### Task statement
Will you write out all the entries below exactly?

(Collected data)
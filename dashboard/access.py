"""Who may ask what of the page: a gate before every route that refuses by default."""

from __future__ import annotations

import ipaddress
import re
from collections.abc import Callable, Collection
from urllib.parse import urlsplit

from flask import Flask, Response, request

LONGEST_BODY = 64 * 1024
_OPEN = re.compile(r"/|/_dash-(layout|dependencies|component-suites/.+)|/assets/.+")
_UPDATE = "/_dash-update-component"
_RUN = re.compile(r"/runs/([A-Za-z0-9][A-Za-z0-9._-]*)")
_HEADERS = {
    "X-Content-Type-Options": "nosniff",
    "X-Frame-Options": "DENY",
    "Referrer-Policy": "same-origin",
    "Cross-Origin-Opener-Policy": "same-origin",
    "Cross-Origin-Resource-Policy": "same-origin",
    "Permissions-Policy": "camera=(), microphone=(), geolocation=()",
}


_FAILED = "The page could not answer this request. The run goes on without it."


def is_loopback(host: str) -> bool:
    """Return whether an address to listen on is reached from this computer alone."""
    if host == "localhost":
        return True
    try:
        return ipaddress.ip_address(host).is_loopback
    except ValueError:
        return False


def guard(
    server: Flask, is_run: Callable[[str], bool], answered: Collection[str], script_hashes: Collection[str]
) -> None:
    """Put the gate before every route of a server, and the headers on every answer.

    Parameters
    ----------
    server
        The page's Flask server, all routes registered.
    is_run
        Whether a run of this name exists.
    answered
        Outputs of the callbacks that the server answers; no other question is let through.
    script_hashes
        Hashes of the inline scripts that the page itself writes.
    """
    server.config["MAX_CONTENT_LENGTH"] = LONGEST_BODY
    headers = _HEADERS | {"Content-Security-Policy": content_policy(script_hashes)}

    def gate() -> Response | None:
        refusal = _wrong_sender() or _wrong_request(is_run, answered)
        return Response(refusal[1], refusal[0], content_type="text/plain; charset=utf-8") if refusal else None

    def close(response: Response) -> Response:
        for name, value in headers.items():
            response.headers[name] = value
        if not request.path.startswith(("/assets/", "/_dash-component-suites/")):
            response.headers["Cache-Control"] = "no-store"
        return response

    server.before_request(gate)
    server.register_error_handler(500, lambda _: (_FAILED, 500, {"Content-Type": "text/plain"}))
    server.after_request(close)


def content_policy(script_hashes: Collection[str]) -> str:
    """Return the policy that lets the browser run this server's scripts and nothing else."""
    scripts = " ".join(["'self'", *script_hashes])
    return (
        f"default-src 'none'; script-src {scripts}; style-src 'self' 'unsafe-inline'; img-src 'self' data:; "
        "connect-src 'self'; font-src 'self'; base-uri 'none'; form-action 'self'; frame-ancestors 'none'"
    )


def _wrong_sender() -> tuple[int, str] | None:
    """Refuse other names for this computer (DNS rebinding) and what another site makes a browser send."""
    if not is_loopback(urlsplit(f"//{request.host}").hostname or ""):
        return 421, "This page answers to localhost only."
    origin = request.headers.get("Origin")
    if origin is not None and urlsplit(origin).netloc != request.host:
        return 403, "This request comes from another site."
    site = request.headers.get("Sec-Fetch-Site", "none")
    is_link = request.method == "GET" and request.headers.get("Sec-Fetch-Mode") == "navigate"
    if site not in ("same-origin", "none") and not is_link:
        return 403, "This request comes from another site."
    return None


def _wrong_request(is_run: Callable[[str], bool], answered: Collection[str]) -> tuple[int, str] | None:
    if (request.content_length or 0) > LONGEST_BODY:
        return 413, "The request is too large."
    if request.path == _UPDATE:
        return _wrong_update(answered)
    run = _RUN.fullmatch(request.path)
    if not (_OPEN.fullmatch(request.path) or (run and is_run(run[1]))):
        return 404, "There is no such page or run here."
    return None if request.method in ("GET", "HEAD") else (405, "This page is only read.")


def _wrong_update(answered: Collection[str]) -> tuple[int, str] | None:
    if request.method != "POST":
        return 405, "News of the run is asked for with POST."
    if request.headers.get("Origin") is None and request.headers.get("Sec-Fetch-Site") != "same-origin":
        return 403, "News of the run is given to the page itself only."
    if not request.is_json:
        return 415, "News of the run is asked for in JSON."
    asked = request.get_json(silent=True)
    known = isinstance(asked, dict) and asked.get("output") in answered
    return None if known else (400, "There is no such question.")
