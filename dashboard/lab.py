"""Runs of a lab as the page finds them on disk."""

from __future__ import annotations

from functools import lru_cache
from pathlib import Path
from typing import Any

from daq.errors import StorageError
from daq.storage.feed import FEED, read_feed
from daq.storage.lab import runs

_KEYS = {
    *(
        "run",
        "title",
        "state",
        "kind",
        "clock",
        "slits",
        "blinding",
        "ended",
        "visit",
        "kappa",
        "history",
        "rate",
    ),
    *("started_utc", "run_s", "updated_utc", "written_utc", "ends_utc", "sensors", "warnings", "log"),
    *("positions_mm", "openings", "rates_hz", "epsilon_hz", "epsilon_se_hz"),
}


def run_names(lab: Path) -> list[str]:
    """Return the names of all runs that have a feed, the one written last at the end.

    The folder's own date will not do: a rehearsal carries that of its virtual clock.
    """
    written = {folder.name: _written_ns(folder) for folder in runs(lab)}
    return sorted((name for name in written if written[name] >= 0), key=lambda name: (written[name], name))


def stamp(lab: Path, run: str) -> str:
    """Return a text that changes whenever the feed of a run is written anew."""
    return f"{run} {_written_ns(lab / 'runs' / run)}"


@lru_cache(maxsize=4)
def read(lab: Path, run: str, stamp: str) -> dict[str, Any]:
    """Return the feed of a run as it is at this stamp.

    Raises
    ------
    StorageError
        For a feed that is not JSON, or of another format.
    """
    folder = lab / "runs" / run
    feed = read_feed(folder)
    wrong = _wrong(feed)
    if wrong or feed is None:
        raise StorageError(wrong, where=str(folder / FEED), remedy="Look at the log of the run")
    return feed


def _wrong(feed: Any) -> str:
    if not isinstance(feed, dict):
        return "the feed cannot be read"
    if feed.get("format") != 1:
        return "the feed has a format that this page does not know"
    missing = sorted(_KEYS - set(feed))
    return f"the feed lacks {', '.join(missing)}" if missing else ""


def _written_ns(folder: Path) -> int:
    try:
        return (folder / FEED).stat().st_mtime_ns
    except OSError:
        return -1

### Result of this exercise
filename dashboard/access.py
"""Who may ask what of the page: a gate before every route that refuses by default."""

from __future__ import annotations

import ipaddress
import re
from collections.abc import Callable, Collection
from urllib.parse import urlsplit

from flask import Flask, Response, request

LONGEST_BODY = 64 * 1024
_OPEN = re.compile(r"/|/_dash-(layout|dependencies|component-suites/.+)|/assets/.+")
_UPDATE = "/_dash-update-component"
_RUN = re.compile(r"/runs/([A-Za-z0-9][A-Za-z0-9._-]*)")
_HEADERS = {
    "X-Content-Type-Options": "nosniff",
    "X-Frame-Options": "DENY",
    "Referrer-Policy": "same-origin",
    "Cross-Origin-Opener-Policy": "same-origin",
    "Cross-Origin-Resource-Policy": "same-origin",
    "Permissions-Policy": "camera=(), microphone=(), geolocation=()",
}


_FAILED = "The page could not answer this request. The run goes on without it."


def is_loopback(host: str) -> bool:
    """Return whether an address to listen on is reached from this computer alone."""
    if host == "localhost":
        return True
    try:
        return ipaddress.ip_address(host).is_loopback
    except ValueError:
        return False


def guard(
    server: Flask, is_run: Callable[[str], bool], answered: Collection[str], script_hashes: Collection[str]
) -> None:
    """Put the gate before every route of a server, and the headers on every answer.

    Parameters
    ----------
    server
        The page's Flask server, all routes registered.
    is_run
        Whether a run of this name exists.
    answered
        Outputs of the callbacks that the server answers; no other question is let through.
    script_hashes
        Hashes of the inline scripts that the page itself writes.
    """
    server.config["MAX_CONTENT_LENGTH"] = LONGEST_BODY
    headers = _HEADERS | {"Content-Security-Policy": content_policy(script_hashes)}

    def gate() -> Response | None:
        refusal = _wrong_sender() or _wrong_request(is_run, answered)
        return Response(refusal[1], refusal[0], content_type="text/plain; charset=utf-8") if refusal else None

    def close(response: Response) -> Response:
        for name, value in headers.items():
            response.headers[name] = value
        if not request.path.startswith(("/assets/", "/_dash-component-suites/")):
            response.headers["Cache-Control"] = "no-store"
        return response

    server.before_request(gate)
    server.register_error_handler(500, lambda _: (_FAILED, 500, {"Content-Type": "text/plain"}))
    server.after_request(close)


def content_policy(script_hashes: Collection[str]) -> str:
    """Return the policy that lets the browser run this server's scripts and nothing else."""
    scripts = " ".join(["'self'", *script_hashes])
    return (
        f"default-src 'none'; script-src {scripts}; style-src 'self' 'unsafe-inline'; img-src 'self' data:; "
        "connect-src 'self'; font-src 'self'; base-uri 'none'; form-action 'self'; frame-ancestors 'none'"
    )


def _wrong_sender() -> tuple[int, str] | None:
    """Refuse other names for this computer (DNS rebinding) and what another site makes a browser send."""
    if not is_loopback(urlsplit(f"//{request.host}").hostname or ""):
        return 421, "This page answers to localhost only."
    origin = request.headers.get("Origin")
    if origin is not None and urlsplit(origin).netloc != request.host:
        return 403, "This request comes from another site."
    site = request.headers.get("Sec-Fetch-Site", "none")
    is_link = request.method == "GET" and request.headers.get("Sec-Fetch-Mode") == "navigate"
    if site not in ("same-origin", "none") and not is_link:
        return 403, "This request comes from another site."
    return None


def _wrong_request(is_run: Callable[[str], bool], answered: Collection[str]) -> tuple[int, str] | None:
    if (request.content_length or 0) > LONGEST_BODY:
        return 413, "The request is too large."
    if request.path == _UPDATE:
        return _wrong_update(answered)
    run = _RUN.fullmatch(request.path)
    if not (_OPEN.fullmatch(request.path) or (run and is_run(run[1]))):
        return 404, "There is no such page or run here."
    return None if request.method in ("GET", "HEAD") else (405, "This page is only read.")


def _wrong_update(answered: Collection[str]) -> tuple[int, str] | None:
    if request.method != "POST":
        return 405, "News of the run is asked for with POST."
    if request.headers.get("Origin") is None and request.headers.get("Sec-Fetch-Site") != "same-origin":
        return 403, "News of the run is given to the page itself only."
    if not request.is_json:
        return 415, "News of the run is asked for in JSON."
    asked = request.get_json(silent=True)
    known = isinstance(asked, dict) and asked.get("output") in answered
    return None if known else (400, "There is no such question.")
filename dashboard/lab.py
"""Runs of a lab as the page finds them on disk."""

from __future__ import annotations

from functools import lru_cache
from pathlib import Path
from typing import Any

from daq.errors import StorageError
from daq.storage.feed import FEED, read_feed
from daq.storage.lab import runs

_KEYS = {
    *(
        "run",
        "title",
        "state",
        "kind",
        "clock",
        "slits",
        "blinding",
        "ended",
        "visit",
        "kappa",
        "history",
        "rate",
    ),
    *("started_utc", "run_s", "updated_utc", "written_utc", "ends_utc", "sensors", "warnings", "log"),
    *("positions_mm", "openings", "rates_hz", "epsilon_hz", "epsilon_se_hz"),
}


def run_names(lab: Path) -> list[str]:
    """Return the names of all runs that have a feed, the one written last at the end.

    The folder's own date will not do: a rehearsal carries that of its virtual clock.
    """
    written = {folder.name: _written_ns(folder) for folder in runs(lab)}
    return sorted((name for name in written if written[name] >= 0), key=lambda name: (written[name], name))


def stamp(lab: Path, run: str) -> str:
    """Return a text that changes whenever the feed of a run is written anew."""
    return f"{run} {_written_ns(lab / 'runs' / run)}"


@lru_cache(maxsize=4)
def read(lab: Path, run: str, stamp: str) -> dict[str, Any]:
    """Return the feed of a run as it is at this stamp.

    Raises
    ------
    StorageError
        For a feed that is not JSON, or of another format.
    """
    folder = lab / "runs" / run
    feed = read_feed(folder)
    wrong = _wrong(feed)
    if wrong or feed is None:
        raise StorageError(wrong, where=str(folder / FEED), remedy="Look at the log of the run")
    return feed


def _wrong(feed: Any) -> str:
    if not isinstance(feed, dict):
        return "the feed cannot be read"
    if feed.get("format") != 1:
        return "the feed has a format that this page does not know"
    missing = sorted(_KEYS - set(feed))
    return f"the feed lacks {', '.join(missing)}" if missing else ""


def _written_ns(folder: Path) -> int:
    try:
        return (folder / FEED).stat().st_mtime_ns
    except OSError:
        return -1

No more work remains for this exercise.